To answer this question, the research team put together a number of different dinosaur family trees and used statistical models to assess whether each of the major dinosaur groups could still produce new species today.

Their study, published in the Royal Society Open Science journal, found that dinosaurs were not in decline before the asteroid impact, which contradicts some previous studies. The authors also suggest that if the impact had not occurred, dinosaurs could have continued to be the dominant group of land animals on the planet.

The study’s first author, PhD candidate Joe Bonsor, said in a statement, “Previous studies by others have used various methods to conclude that dinosaurs would still go extinct because they were in decline towards the end of the Cretaceous period.

‘However, we show that if you expand the dataset to include newer dinosaur family trees and a larger set of dinosaur types, the results don’t point to that conclusion; in fact, only half of them do.’ .

It is difficult to assess the diversity of dinosaurs due to gaps in the fossil record. This may be due to factors such as which bones are stored as fossils, how much fossils have access to the rock to allow for excavation, and where paleontologists look for them.

Researchers used statistical methods to overcome these sampling biases by looking at speciation rates of dinosaur families rather than just counting the number of species in the family.

Joe Bonsor said: “The main point of our article is that it’s not as simple as looking at some trees and making a decision – the inevitable big bias in the fossil record and lack of data can often show a decline. cash, but this may not reflect the reality of the moment.

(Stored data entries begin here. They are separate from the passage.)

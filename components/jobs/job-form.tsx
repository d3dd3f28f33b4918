'use client';
// The create and edit form of a job. Choosing a material fills in the sheet X × Y × T from
// it; choosing a machine fills in its usual hold-down and the vacuum level last used on it.
// Both stay editable. The shared zod schema checks the form in the page (field errors at
// once, focus on the first one), and the server action checks it again.
import { useEffect, useState, type FormEvent } from 'react';
import { Button } from '@/components/ui/button';
import { FieldShell, InputField, SelectField } from '@/components/ui/field';
import { LinkButton } from '@/components/ui/link-button';
import { ActionNotice } from '@/components/ui/notice';
import { useValidatedAction } from '@/components/ui/use-validated-action';
import type { JobFormOptions } from '@/db/queries/jobs';
import type { ActionState } from '@/lib/http/action-state';
import { machineVacuumKpa, type JobFormValues } from '@/lib/jobs/form-values';
import { HOLD_DOWN_LABELS, HOLD_DOWNS, type HoldDown, type ZZero } from '@/lib/validation/enums';
import { jobCreateSchema } from '@/lib/validation/jobs';

interface Props {
  mode: 'create' | 'edit';
  jobId?: number;
  options: JobFormOptions;
  initial: JobFormValues;
  action: (state: ActionState, form: FormData) => Promise<ActionState>;
}

// the stored value exactly: a prefilled 3.175 mm must not become 3.18
const num = (v: number | null | undefined) => (v === null || v === undefined ? '' : String(v));

export function JobForm({ mode, jobId, options, initial, action }: Props) {
  const { state, fields, pending, onSubmit, formRef } = useValidatedAction(jobCreateSchema, action);
  const [values, setValues] = useState(initial);
  // fields changed since their errors were shown: their old message no longer applies
  const [changed, setChanged] = useState<ReadonlySet<string>>(new Set());
  const set = (patch: Partial<JobFormValues>) => {
    setValues((v) => ({ ...v, ...patch }));
    setChanged((c) => new Set([...c, ...Object.keys(patch)]));
  };
  const errorsOf = (name: keyof JobFormValues) => (changed.has(name) ? undefined : fields[name]);

  // keyboard users land on the first field that needs fixing
  // (fields is a new object on every render; its text says when the errors really changed)
  const [submits, setSubmits] = useState(0);
  const fieldsKey = JSON.stringify(fields);
  useEffect(() => {
    if (fieldsKey === '{}') return;
    // after the render that shows the new errors
    requestAnimationFrame(() => formRef.current?.querySelector<HTMLElement>('[aria-invalid="true"]')?.focus());
  }, [fieldsKey, submits, formRef]);

  function submit(event: FormEvent<HTMLFormElement>) {
    setChanged(new Set());
    setSubmits((n) => n + 1);
    onSubmit(event);
  }

  function chooseMaterial(id: string) {
    const material = options.materials.find((m) => String(m.id) === id);
    if (!material) return set({ materialId: id });
    set({ materialId: id, sheetWidthMm: num(material.sheetWidthMm), sheetLengthMm: num(material.sheetLengthMm), sheetThicknessMm: num(material.thicknessMm) });
  }

  function chooseMachine(id: string) {
    const machine = options.machines.find((m) => String(m.id) === id);
    if (!machine) return set({ machineId: id });
    set({ machineId: id, holdDown: machine.defaultHoldDown, vacuumKpa: machine.defaultHoldDown === 'vacuum' ? num(machineVacuumKpa(machine)) : '' });
  }

  const vacuum = values.holdDown === 'vacuum';
  const machine = options.machines.find((m) => String(m.id) === values.machineId);
  const title = mode === 'create' ? 'New job' : 'Edit job';

  return (
    <form ref={formRef} onSubmit={submit} noValidate aria-label={title} className="flex max-w-4xl flex-col gap-6 rounded-md border-2 border-rule bg-panel p-5">
      <ActionNotice state={state} />
      {jobId ? <input type="hidden" name="jobId" value={jobId} /> : null}

      <fieldset className="grid gap-4 md:grid-cols-2">
        <legend className="mb-2 text-lg font-bold">The job</legend>
        <InputField id="job-title" name="title" label="Title" required value={values.title} onChange={(e) => set({ title: e.target.value })} errors={errorsOf('title')} hint="What the shop calls it, e.g. “Window display shelf brackets”." />
        <SelectField
          id="job-customer"
          name="customerId"
          label="Customer"
          required
          value={values.customerId}
          onChange={(e) => set({ customerId: e.target.value })}
          errors={errorsOf('customerId')}
          options={[{ value: '', label: 'Choose a customer' }, ...options.customers.map((c) => ({ value: String(c.id), label: c.name }))]}
        />
        <InputField id="job-quantity" name="quantity" label="Quantity (pieces)" inputMode="numeric" required value={values.quantity} onChange={(e) => set({ quantity: e.target.value })} errors={errorsOf('quantity')} />
        <InputField id="job-due" name="dueDate" type="date" label="Due date" hint="Optional." value={values.dueDate} onChange={(e) => set({ dueDate: e.target.value })} errors={errorsOf('dueDate')} />
      </fieldset>

      <fieldset className="grid gap-4 md:grid-cols-2">
        <legend className="mb-2 text-lg font-bold">Machine and sheet</legend>
        <SelectField
          id="job-machine"
          name="machineId"
          label="Machine"
          value={values.machineId}
          onChange={(e) => chooseMachine(e.target.value)}
          errors={errorsOf('machineId')}
          hint="Estimates on upload are made for this machine; choosing it fills in its usual hold-down."
          options={options.machines.map((m) => ({ value: String(m.id), label: m.archived ? `${m.name} (archived)` : m.name }))}
        />
        <SelectField
          id="job-material"
          name="materialId"
          label="Material"
          value={values.materialId}
          onChange={(e) => chooseMaterial(e.target.value)}
          errors={errorsOf('materialId')}
          hint="Choosing one fills in its sheet size and thickness."
          options={[{ value: '', label: 'Not set' }, ...options.materials.map((m) => ({ value: String(m.id), label: m.name }))]}
        />
        <div className="grid gap-4 sm:grid-cols-3 md:col-span-2">
          <InputField id="job-sheet-x" name="sheetWidthMm" label="Sheet X (mm)" inputMode="decimal" required value={values.sheetWidthMm} onChange={(e) => set({ sheetWidthMm: e.target.value })} errors={errorsOf('sheetWidthMm')} />
          <InputField id="job-sheet-y" name="sheetLengthMm" label="Sheet Y (mm)" inputMode="decimal" required value={values.sheetLengthMm} onChange={(e) => set({ sheetLengthMm: e.target.value })} errors={errorsOf('sheetLengthMm')} />
          <InputField id="job-sheet-t" name="sheetThicknessMm" label="Thickness T (mm)" inputMode="decimal" required value={values.sheetThicknessMm} onChange={(e) => set({ sheetThicknessMm: e.target.value })} errors={errorsOf('sheetThicknessMm')} />
        </div>
        <SelectField
          id="job-zero"
          name="zZero"
          label="Z zero"
          value={values.zZero}
          onChange={(e) => set({ zZero: e.target.value as ZZero })}
          errors={errorsOf('zZero')}
          hint="Where the program's Z 0 is."
          options={[
            { value: 'top', label: 'Top of stock' },
            { value: 'table', label: 'Table surface' },
          ]}
        />
      </fieldset>

      <fieldset className="grid gap-4 md:grid-cols-2">
        <legend className="mb-2 text-lg font-bold">Hold-down</legend>
        <SelectField
          id="job-hold"
          name="holdDown"
          label="Hold-down method"
          value={values.holdDown}
          onChange={(e) => set({ holdDown: e.target.value as HoldDown, vacuumKpa: e.target.value === 'vacuum' ? values.vacuumKpa || num(machineVacuumKpa(machine)) : '' })}
          errors={errorsOf('holdDown')}
          hint={machine ? `${machine.name} usually uses: ${HOLD_DOWN_LABELS[machine.defaultHoldDown].toLowerCase()}.` : undefined}
          options={HOLD_DOWNS.map((h) => ({ value: h, label: HOLD_DOWN_LABELS[h] }))}
        />
        <InputField
          id="job-vacuum"
          name="vacuumKpa"
          label="Vacuum level (kPa below atmosphere)"
          inputMode="decimal"
          disabled={!vacuum}
          value={vacuum ? values.vacuumKpa : ''}
          onChange={(e) => set({ vacuumKpa: e.target.value })}
          errors={errorsOf('vacuumKpa')}
          hint={vacuum ? (machine?.defaultVacuumKpa ? `The level ${machine.name}'s table holds; change it if the gauge reads otherwise.` : machine?.lastVacuumKpa ? `The level last used on ${machine.name}; change it if the gauge reads otherwise.` : 'Read it off the gauge; optional.') : 'Only for vacuum hold-down.'}
        />
      </fieldset>

      <FieldShell id="job-notes" label="Notes" hint="Optional: edge finish, packing, what the customer asked for." errors={errorsOf('notes')}>
        <textarea
          id="job-notes"
          name="notes"
          rows={3}
          value={values.notes}
          onChange={(e) => set({ notes: e.target.value })}
          aria-invalid={errorsOf('notes')?.length ? true : undefined}
          aria-describedby={`job-notes-hint${errorsOf('notes')?.length ? ' job-notes-error' : ''}`}
          className="rounded-md border-2 border-rule bg-panel px-3 py-2 text-base text-ink aria-[invalid=true]:border-3 aria-[invalid=true]:border-fault"
        />
      </FieldShell>

      <div className="flex flex-wrap gap-3">
        <Button type="submit" disabled={pending}>
          {pending ? 'Saving…' : mode === 'create' ? 'Create job' : 'Save changes'}
        </Button>
        <LinkButton href={jobId ? `/jobs/${jobId}` : '/jobs'} variant="secondary">
          Cancel
        </LinkButton>
      </div>
    </form>
  );
}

“Our data currently do not show that they were in decline, in fact some groups such as hadrosaurs and ceratopsians thrived and there is no evidence to suggest that they would have become extinct 66 million years ago if the extinction event had not taken place. “

While mammals existed at the time of the asteroid impact, it was only thanks to the extinction of the dinosaurs that they cleaned out the niches, allowing the mammals to fill them and thus take over the planet.